真奇怪,明明我和齐淼才是世界上最亲密的两个人,但只有别人能操他的逼,一次又一次的,用侮辱和谎言塞满我曾经待过的阴道,插入它的大部分时候是阴茎,小部分时候是跳蛋,或者是别的东西。
但齐淼的阴道总是很满,满得他满脸通红,颤颤呻吟,满到塞不下我的目光,甚至塞不下我对他的称谓。
妈妈只能在心里喊,对他的小逼喊,我渴望从上面的嘴唇得到回应,或者从下面的阴唇得到淫水。

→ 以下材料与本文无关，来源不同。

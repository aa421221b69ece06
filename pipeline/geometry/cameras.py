"""Camera groups: which images share one camera, and the fitted ground models of all groups of a data set.

An image belongs to a group by, in this order:

1. its ``camera`` string (a camera name, e.g. ``"CAM_FRONT"``), with the image size;
2. else its calibration: ``intrinsics: {fx, fy, cx, cy}`` in pixels, or a 3x3 camera matrix under
   ``cam_intrinsic`` (``[[fx, 0, cx], [0, fy, cy], [0, 0, 1]]``), with the image size;
3. else its size alone (one size, one camera).

Images of one camera name share one calibration: the group's intrinsics are the median of its images'.
Every group has its own horizon (and per-image offsets) and camera height; real class heights in metres
are shared by all groups, so a class seen by one camera informs the others (:func:`pipeline.geometry.fit_cameras`).
"""

from __future__ import annotations

from collections.abc import Mapping
from dataclasses import dataclass, field
from typing import Any

import numpy as np

from .. import __version__
from ..dataset import Dataset, Scene
from ..errors import DatasetError
from .model import GroundModel, Intrinsics

CAMERA_KEY = "camera"
INTRINSICS_KEY = "intrinsics"
MATRIX_KEY = "cam_intrinsic"
_FORMAT = "rarefill.ground-groups/1"


@dataclass(frozen=True)
class ClassHeight:
    """A class's real height in metres, shared by every camera group.

    Attributes
    ----------
    metres : float or None
        The model's height: for a fitted class its fitted ratio times the metric scale, else the known
        height; None when nothing in the data or the priors gives metres.
    known_m : float or None
        The height given from outside the boxes: the data's 3D labels, else the prior table.
    known_from : str
        Where ``known_m`` comes from ("" when unknown).
    """

    metres: float | None
    known_m: float | None
    known_from: str


@dataclass(frozen=True)
class CameraGroups:
    """The fitted ground models of a data set, one per camera group, sharing real class heights.

    Attributes
    ----------
    groups : mapping of str to GroundModel
        Per group name, the group's model (its horizon, camera height and class ratios).
    image_groups : mapping of int to str
        Group name of every image of the fitted data set.
    class_heights : mapping of str to ClassHeight
        Real heights shared by the groups.
    unfitted : mapping of str to str
        Groups without a model, with the reason (too few boxes and no calibration to stand in).
    """

    groups: Mapping[str, GroundModel]
    image_groups: Mapping[int, str]
    class_heights: Mapping[str, ClassHeight] = field(default_factory=dict)
    unfitted: Mapping[str, str] = field(default_factory=dict)

    def has_image(self, image_id: int) -> bool:
        """True when image ``image_id`` belongs to a group with a model."""
        return self.image_groups.get(image_id) in self.groups

    def for_image(self, image_id: int) -> GroundModel:
        """The model of image ``image_id``'s group; ``ValueError`` saying why when there is none."""
        name = self.image_groups.get(image_id)
        if name is None:
            raise ValueError(f"image {image_id} was not in the data set the ground model was fitted on")
        return self._group(name)

    def _group(self, name: str) -> GroundModel:
        if name in self.groups:
            return self.groups[name]
        reason = self.unfitted.get(name, "not in the fitted data set")
        raise ValueError(f"camera group {name!r} has no ground model: {reason}")

    def to_dict(self) -> dict[str, Any]:
        """A JSON-ready dict: the groups' models, each image's group and the shared class heights."""
        return {
            "format": _FORMAT,
            "rarefill_version": __version__,
            "class_heights_m": {
                name: {"metres": h.metres, "known_m": h.known_m, "known_from": h.known_from}
                for name, h in self.class_heights.items()
            },
            "groups": {name: model.to_dict() for name, model in self.groups.items()},
            "unfitted": dict(self.unfitted),
            "image_groups": {str(k): v for k, v in self.image_groups.items()},
        }

    @classmethod
    def from_dict(cls, data: Mapping[str, Any]) -> CameraGroups:
        """Rebuild from :meth:`to_dict` output; ``ValueError`` naming the bad key otherwise."""
        if not isinstance(data, Mapping) or data.get("format") != _FORMAT:
            raise ValueError(f"not a set of camera ground models: 'format' must be {_FORMAT!r}")
        try:
            heights = {
                str(n): ClassHeight(_float_or_none(h["metres"]), _float_or_none(h["known_m"]), str(h["known_from"]))
                for n, h in data["class_heights_m"].items()
            }
            return cls(
                groups={str(n): GroundModel.from_dict(m) for n, m in data["groups"].items()},
                image_groups={int(k): str(v) for k, v in data["image_groups"].items()},
                class_heights=heights,
                unfitted={str(k): str(v) for k, v in data.get("unfitted", {}).items()},
            )
        except KeyError as exc:
            raise ValueError(f"camera ground models: required key {exc.args[0]!r} is missing") from None
        except (TypeError, AttributeError) as exc:
            raise ValueError(f"camera ground models: malformed value ({exc})") from None


def _float_or_none(value: Any) -> float | None:
    return None if value is None else float(value)


def ground_for(ground: GroundModel | CameraGroups, scene: Scene) -> GroundModel:
    """The ground model of ``scene``'s camera: what placement, the filters and the stages use for an image.

    A single :class:`GroundModel` is every image's; from :class:`CameraGroups`, the group the fit put the
    image in, or for an image the fit did not see, the group its camera key names.

    Raises
    ------
    ValueError
        The image's group has no model (too few boxes), or no group matches an unseen image.
    """
    if isinstance(ground, GroundModel):
        return ground
    if scene.id in ground.image_groups:
        return ground.for_image(scene.id)
    return ground._group(camera_label(scene))


def scene_intrinsics(scene: Scene) -> Intrinsics | None:
    """The calibration an image entry gives (see the module docstring), else None.

    Raises
    ------
    ValueError
        A calibration key is present but malformed (names the key).
    """
    given = scene.extra.get(INTRINSICS_KEY)
    if given is not None:
        if not isinstance(given, Mapping):
            raise ValueError(f"{INTRINSICS_KEY} must be an object with fx, fy, cx, cy")
        values = [given.get(k) for k in ("fx", "fy", "cx", "cy")]
        key = INTRINSICS_KEY
    elif scene.extra.get(MATRIX_KEY) is not None:
        matrix = scene.extra[MATRIX_KEY]
        try:
            values = [matrix[0][0], matrix[1][1], matrix[0][2], matrix[1][2]]
        except (TypeError, IndexError, KeyError):
            raise ValueError(
                f"{MATRIX_KEY} must be a 3x3 camera matrix [[fx, 0, cx], [0, fy, cy], [0, 0, 1]]"
            ) from None
        key = MATRIX_KEY
    else:
        return None
    if not all(isinstance(v, (int, float)) and not isinstance(v, bool) for v in values):
        raise ValueError(f"{key}: fx, fy, cx and cy must be numbers, got {values}")
    try:
        return Intrinsics(*(float(v) for v in values))
    except ValueError as exc:
        raise ValueError(f"{key}: {exc}") from None


def camera_label(scene: Scene) -> str:
    """The name of ``scene``'s camera group: ``"CAM_FRONT 1600x900"``, ``"1242x375 fx 721.5 cy 172.9"`` or
    ``"1242x375"`` (camera name, else calibration rounded to 0.1 px, else size; each with the size)."""
    size = f"{scene.width}x{scene.height}"
    camera = scene.extra.get(CAMERA_KEY)
    if isinstance(camera, str) and camera.strip():
        return f"{camera.strip()} {size}"
    intrinsics = scene_intrinsics(scene)
    if intrinsics is not None:
        return f"{size} fx {intrinsics.fx:.1f} cy {intrinsics.cy:.1f}"
    return size


@dataclass(frozen=True)
class GroupInfo:
    """What the images say about one camera group: size, calibration (median of its images') and images."""

    width: int
    height: int
    intrinsics: Intrinsics | None
    image_ids: tuple[int, ...]


def group_images(dataset: Dataset) -> dict[str, GroupInfo]:
    """The camera groups of ``dataset``, by name, in order of first appearance.

    Raises
    ------
    DatasetError
        A malformed calibration (names the image and the key).
    """
    members: dict[str, list[Scene]] = {}
    calibrations: dict[str, list[Intrinsics]] = {}
    for scene in dataset.scenes:
        try:
            label = camera_label(scene)
            intrinsics = scene_intrinsics(scene)
        except ValueError as exc:
            raise DatasetError(dataset.source or "<dataset>", f"images[id={scene.id}]", str(exc)) from None
        members.setdefault(label, []).append(scene)
        if intrinsics is not None:
            calibrations.setdefault(label, []).append(intrinsics)
    out = {}
    for label, scenes in members.items():
        found = calibrations.get(label)
        intrinsics = None
        if found:
            median = np.median([[c.fx, c.fy, c.cx, c.cy] for c in found], axis=0)
            intrinsics = Intrinsics(*(float(v) for v in median))
        out[label] = GroupInfo(scenes[0].width, scenes[0].height, intrinsics, tuple(s.id for s in scenes))
    return out


def describe_groups(groups: Mapping[str, GroupInfo]) -> str:
    """``"1242x375 (3 images), 1224x370 (3 images)"``: the groups found, for messages."""
    return ", ".join(f"{name} ({len(g.image_ids)} images)" for name, g in groups.items()) or "no images"
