"""The robust solver behind the fit: RANSAC for a starting horizon, then Tukey-weighted Gauss-Newton.

References
----------
Fischler, Bolles, "Random Sample Consensus", CACM 24(6), 1981.
Tukey's biweight: Beaton, Tukey, "The fitting of power series", Technometrics 16(2), 1974.
"""

from __future__ import annotations

from dataclasses import dataclass

import numpy as np

from .boxes import Boxes

_RANSAC_HYPOTHESES = 400
_INLIER_LOG = 0.25
_TUKEY_C = 4.685


@dataclass(frozen=True)
class Layout:
    """Who shares what in the joint fit of several camera groups.

    ``image_group`` (M,) gives each image's group; groups with ``free_horizon`` get their horizon fitted,
    the others keep their start (the calibrated principal row); every group but ``reference`` gets a log
    camera height relative to the reference's, and the class log ratios are the reference group's.
    ``horizon_prior`` (G, 2), where given, holds a fitted horizon's prior mean and sd (pixels; NaN: none).
    """

    n_classes: int
    image_group: np.ndarray
    free_horizon: np.ndarray
    reference: int
    horizon_prior: np.ndarray | None = None

    @property
    def n_groups(self) -> int:
        return len(self.free_horizon)

    def columns(self) -> tuple[np.ndarray, np.ndarray]:
        """Parameter column of each group's log camera height and horizon (-1: not a parameter)."""
        groups = np.arange(self.n_groups)
        camera = np.where(groups == self.reference, -1, self.n_classes + np.cumsum(groups != self.reference) - 1)
        first = self.n_classes + self.n_groups - 1
        horizon = np.where(self.free_horizon, first + np.cumsum(self.free_horizon) - 1, -1)
        return camera, horizon


@dataclass(frozen=True)
class Fit:
    """Result of the robust refinement: per group horizon, log camera height and offset spread."""

    horizons: np.ndarray
    log_ratio: np.ndarray
    log_camera: np.ndarray
    offsets: np.ndarray
    horizon_sd: np.ndarray
    weights: np.ndarray
    residual: np.ndarray


def _residuals(boxes: Boxes, horizon: float | np.ndarray, log_ratio: np.ndarray) -> np.ndarray:
    """``log h - log r_c - log(v_b - v_h)``; NaN where the bottom row is not below the horizon.

    ``horizon`` is a scalar, an (N,) array (one horizon per box), or a (K, 1) array of hypotheses with
    ``log_ratio`` (K, C): the result is then (K, N).
    """
    depth = boxes.bottom - np.asarray(horizon, dtype=np.float64)
    with np.errstate(invalid="ignore", divide="ignore"):
        log_depth = np.where(depth > 0.5, np.log(np.maximum(depth, 0.5)), np.nan)
    return np.log(boxes.height) - log_ratio[..., boxes.cls] - log_depth


def ratio_for_horizon(boxes: Boxes, n_classes: int, horizons: np.ndarray) -> np.ndarray:
    """(K, C) median log ratio of each class for each horizon hypothesis (the ratio's robust estimate)."""
    depth = boxes.bottom[None, :] - horizons[:, None]
    with np.errstate(invalid="ignore", divide="ignore"):
        log_r = np.where(depth > 0.5, np.log(boxes.height) - np.log(np.maximum(depth, 0.5)), np.nan)
    out = np.full((len(horizons), n_classes), np.nan)
    for c in range(n_classes):
        own = log_r[:, boxes.cls == c]
        has = np.isfinite(own).any(axis=1)
        out[has, c] = np.nanmedian(own[has], axis=1)
    return out


def ransac_horizon(boxes: Boxes, n_classes: int, image_height: int, rng: np.random.Generator) -> float:
    """A starting horizon: the best of up to 400 lines through two boxes of one class (truncated loss)."""
    hypotheses = []
    index_by_class = [np.flatnonzero(boxes.cls == c) for c in range(n_classes)]
    weights = np.array([len(ix) if len(ix) >= 2 else 0 for ix in index_by_class], dtype=np.float64)
    if not weights.sum():
        return float(np.median(boxes.bottom - 2.0 * boxes.height))
    # Two boxes at nearly the same row give an ill-conditioned line: ask for a 5% row difference.
    min_row_gap = 0.05 * image_height
    for _ in range(20 * _RANSAC_HYPOTHESES):
        if len(hypotheses) == _RANSAC_HYPOTHESES:
            break
        own = index_by_class[rng.choice(n_classes, p=weights / weights.sum())]
        i, j = rng.choice(own, size=2, replace=False)
        db = boxes.bottom[j] - boxes.bottom[i]
        dh = boxes.height[j] - boxes.height[i]
        if abs(db) < min_row_gap or dh * db <= 0:
            continue
        horizon = boxes.bottom[i] - boxes.height[i] * db / dh
        # Horizons far outside the frame are nonsense for a camera that sees the road.
        if -2 * image_height <= horizon < image_height:
            hypotheses.append(horizon)
    if not hypotheses:
        # All boxes at one row or with heights falling toward the camera: start from the horizon a
        # common ratio of 0.5 would give; the refinement takes it from there.
        return float(np.median(boxes.bottom - 2.0 * boxes.height))
    horizons = np.asarray(hypotheses)
    log_ratio = ratio_for_horizon(boxes, n_classes, horizons)
    residual = _residuals(boxes, horizons[:, None], np.nan_to_num(log_ratio, nan=0.0))
    cost = np.where(np.isfinite(residual), np.minimum(residual**2, _INLIER_LOG**2), _INLIER_LOG**2).sum(axis=1)
    return float(horizons[np.argmin(cost)])


def irls(
    boxes: Boxes,
    layout: Layout,
    horizons: np.ndarray,
    log_ratio: np.ndarray,
    log_camera: np.ndarray,
    *,
    image_heights: np.ndarray,
    iterations: int = 60,
) -> Fit:
    """Tukey-weighted Gauss-Newton on (class log ratios, group log camera heights, group horizons, per-image
    offsets) with a shrinkage prior on the offsets.

    Box j of class c in image i of group g has the log residual
    ``r_j = log h_j - (l_c - m_g) - log(v_b - v_g - o_i)``. Minimises
    ``sum_j w_j r_j^2 + s^2 sum_i o_i^2 / tau_g^2 + s^2 sum_g m_g^2 / M^2 + s^2 sum_g (v_g - c_g)^2 / p_g^2``:
    ``s`` the robust residual scale, ``tau_g`` the spread of group g's offsets, re-estimated each round as the
    root mean of ``o_i^2`` plus each offset's posterior variance, ``M = 1`` a weak prior on log camera-height
    differences that only keeps the system solvable when two groups share no class, and ``c_g, p_g`` a
    calibrated group's horizon prior (:attr:`Layout.horizon_prior`; none elsewhere). Each offset touches only
    its image's boxes, so the offsets are eliminated in closed form (Schur complement) and the cost grows
    linearly with the images.
    """
    horizons, log_ratio, log_camera = (np.array(v, dtype=np.float64) for v in (horizons, log_ratio, log_camera))
    group = layout.image_group[boxes.image]
    offsets = np.zeros(len(layout.image_group))
    tau = 0.02 * np.asarray(image_heights, dtype=np.float64)
    camera_col, horizon_col = layout.columns()
    for _ in range(iterations):
        state = _State(horizons, log_ratio, log_camera, offsets)
        residual, scale, weights, system = _reweighted(boxes, layout, group, state, tau)
        if system is None:
            break
        step_global, step_offsets, offset_var, _ = system
        # A step that would lift a horizon past the boxes standing below it is damped.
        step_horizon = np.where(horizon_col >= 0, step_global[np.maximum(horizon_col, 0)], 0.0)
        old_depth = boxes.bottom - horizons[group] - offsets[boxes.image]
        lift = step_horizon[group] + step_offsets[boxes.image]
        risky = (weights > 0) & (lift > 0.5 * old_depth)
        shrink = float(np.min(0.5 * old_depth[risky] / lift[risky])) if risky.any() else 1.0
        log_ratio = log_ratio + shrink * step_global[: layout.n_classes]
        log_camera = log_camera + shrink * np.where(camera_col >= 0, step_global[np.maximum(camera_col, 0)], 0.0)
        horizons = horizons + shrink * step_horizon
        offsets = offsets + shrink * step_offsets
        spread = offsets**2 + scale**2 * offset_var
        counts = np.bincount(layout.image_group, minlength=layout.n_groups)
        mean = np.bincount(layout.image_group, spread, layout.n_groups) / np.maximum(counts, 1)
        tau = np.clip(np.sqrt(mean), 0.05, np.asarray(image_heights) / 4)
        if shrink * max(np.max(np.abs(step_global)), np.max(np.abs(step_offsets), initial=0.0)) < 1e-7:
            break
    state = _State(horizons, log_ratio, log_camera, offsets)
    residual, scale, weights, system = _reweighted(boxes, layout, group, state, tau)
    leverage = system[3] if system is not None else np.zeros(len(residual))
    # Leave-one-out residuals: a box's own image offset partly absorbs its residual, which would make
    # the spread too small for a new object in that image.
    held_out = residual / np.maximum(1.0 - leverage, 1e-3)
    return Fit(horizons, log_ratio, log_camera, offsets, tau, weights, held_out)


@dataclass(frozen=True)
class _State:
    horizons: np.ndarray
    log_ratio: np.ndarray
    log_camera: np.ndarray
    offsets: np.ndarray


def _joint_residuals(boxes: Boxes, group: np.ndarray, state: _State) -> np.ndarray:
    """``log h - (l_c - m_g) - log(v_b - v_g - o_i)`` per box; NaN where the box is not below its horizon."""
    depth = boxes.bottom - state.horizons[group] - state.offsets[boxes.image]
    with np.errstate(invalid="ignore", divide="ignore"):
        log_depth = np.where(depth > 0.5, np.log(np.maximum(depth, 0.5)), np.nan)
    return np.log(boxes.height) - state.log_ratio[boxes.cls] + state.log_camera[group] - log_depth


def _tukey(residual: np.ndarray, scale: float) -> np.ndarray:
    u = np.where(np.isfinite(residual), residual, np.inf) / (_TUKEY_C * scale)
    return np.where(np.abs(u) < 1, (1 - u**2) ** 2, 0.0)


def _normal_system(
    boxes: Boxes,
    layout: Layout,
    state: _State,
    residual: np.ndarray,
    weights: np.ndarray,
    penalty: np.ndarray,
    ridge: float,
) -> tuple[np.ndarray, np.ndarray, np.ndarray, np.ndarray] | None:
    """One Gauss-Newton step with the per-image offsets eliminated.

    The residual's Jacobian is -1 on its class's log ratio, +1 on its group's log camera height and
    ``q = 1 / (v_b - v_g - o_i)`` on its group's horizon and on its image's offset. Normal matrix
    ``[[A, B], [B^T, D]]`` with ``D`` diagonal; the global step solves ``(A - B D^-1 B^T) x = -(g - B D^-1 g_o)``.

    Returns
    -------
    (global step (P,), offset step (M,), offset posterior variance / s^2 (M,), leverage (N,)), or None
    when the global system is singular.
    """
    valid = np.isfinite(residual)
    w = np.where(valid, weights, 0.0)
    r = np.where(valid, residual, 0.0)
    group = layout.image_group[boxes.image]
    depth = boxes.bottom - state.horizons[group] - state.offsets[boxes.image]
    q = np.where(valid, 1.0 / np.maximum(depth, 0.5), 0.0)
    camera_col, horizon_col = layout.columns()
    n_params = layout.n_classes + layout.n_groups - 1 + int(np.count_nonzero(layout.free_horizon))
    rows = np.arange(len(r))
    jac = np.zeros((len(r), n_params))
    jac[rows, boxes.cls] = -1.0
    has_camera = camera_col[group] >= 0
    jac[rows[has_camera], camera_col[group][has_camera]] = 1.0
    has_horizon = horizon_col[group] >= 0
    jac[rows[has_horizon], horizon_col[group][has_horizon]] = q[has_horizon]
    n_images = len(layout.image_group)
    prior = np.zeros(n_params)
    prior[camera_col[camera_col >= 0]] = ridge
    offset_from_prior = np.zeros(n_params)
    offset_from_prior[camera_col[camera_col >= 0]] = state.log_camera[camera_col >= 0]
    if layout.horizon_prior is not None:
        mean, sd = layout.horizon_prior.T
        has = (horizon_col >= 0) & np.isfinite(mean) & (sd > 0)
        prior[horizon_col[has]] = ridge / sd[has] ** 2
        offset_from_prior[horizon_col[has]] = state.horizons[has] - mean[has]
    wj = jac * w[:, None]
    a = wj.T @ jac + np.diag(prior)
    b = np.stack([np.bincount(boxes.image, wj[:, p] * q, n_images) for p in range(n_params)])
    d = np.bincount(boxes.image, w * q * q, n_images) + penalty
    g = wj.T @ r + prior * offset_from_prior
    g_o = np.bincount(boxes.image, w * q * r, n_images) + state.offsets * penalty
    y = b / d
    schur = a - y @ b.T
    if np.linalg.matrix_rank(schur) < n_params:
        return None
    cov_global = np.linalg.inv(schur)
    step_global = -cov_global @ (g - y @ g_o)
    step_offsets = -(g_o + b.T @ step_global) / d
    x = -cov_global @ y
    offset_var = 1.0 / d - np.einsum("ki,ki->i", y, x)
    # Leverage w_j J_j N^-1 J_j^T of each box, from the blocks of N^-1.
    quad = (
        np.einsum("np,pk,nk->n", jac, cov_global, jac)
        + 2 * q * np.einsum("np,pn->n", jac, x[:, boxes.image])
        + q * q * offset_var[boxes.image]
    )
    return step_global, step_offsets, offset_var, w * quad


def _reweighted(boxes, layout, group, state, tau):
    """One reweighting of the robust fit at ``state``: residuals, their robust scale (1.4826 MAD), the Tukey
    weights, and the normal system with each image offset's shrinkage penalty (None when singular)."""
    residual = _joint_residuals(boxes, group, state)
    scale = max(1.4826 * float(np.nanmedian(np.abs(residual))), 1e-3)
    weights = _tukey(residual, scale)
    penalty = (scale / tau[layout.image_group]) ** 2
    return residual, scale, weights, _normal_system(boxes, layout, state, residual, weights, penalty, scale**2)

可惜两者皆无,我只能叫齐淼爸爸,尽管这个爸爸长发及腰,是个爱穿裙子的婊子。
看得太入神了,没听到齐淼喊我,他任性惯了,立刻恼怒地用脚踢我的脸,我身子一晃,梯子上的木头倒刺扎破了手,大滴小滴的鲜红血液从小缝里往外涌。
好像齐淼的逼。
“哎呀,你怎么出血了?”
齐淼三两步跳下梯子,来查看我的伤势,裙子飘在他的周围,一朵香气浓郁的云。
这朵云包容地嘬含住我的手指,湿濡的软嘴唇在伤口上舔弄,小舌头热,白牙齿硬。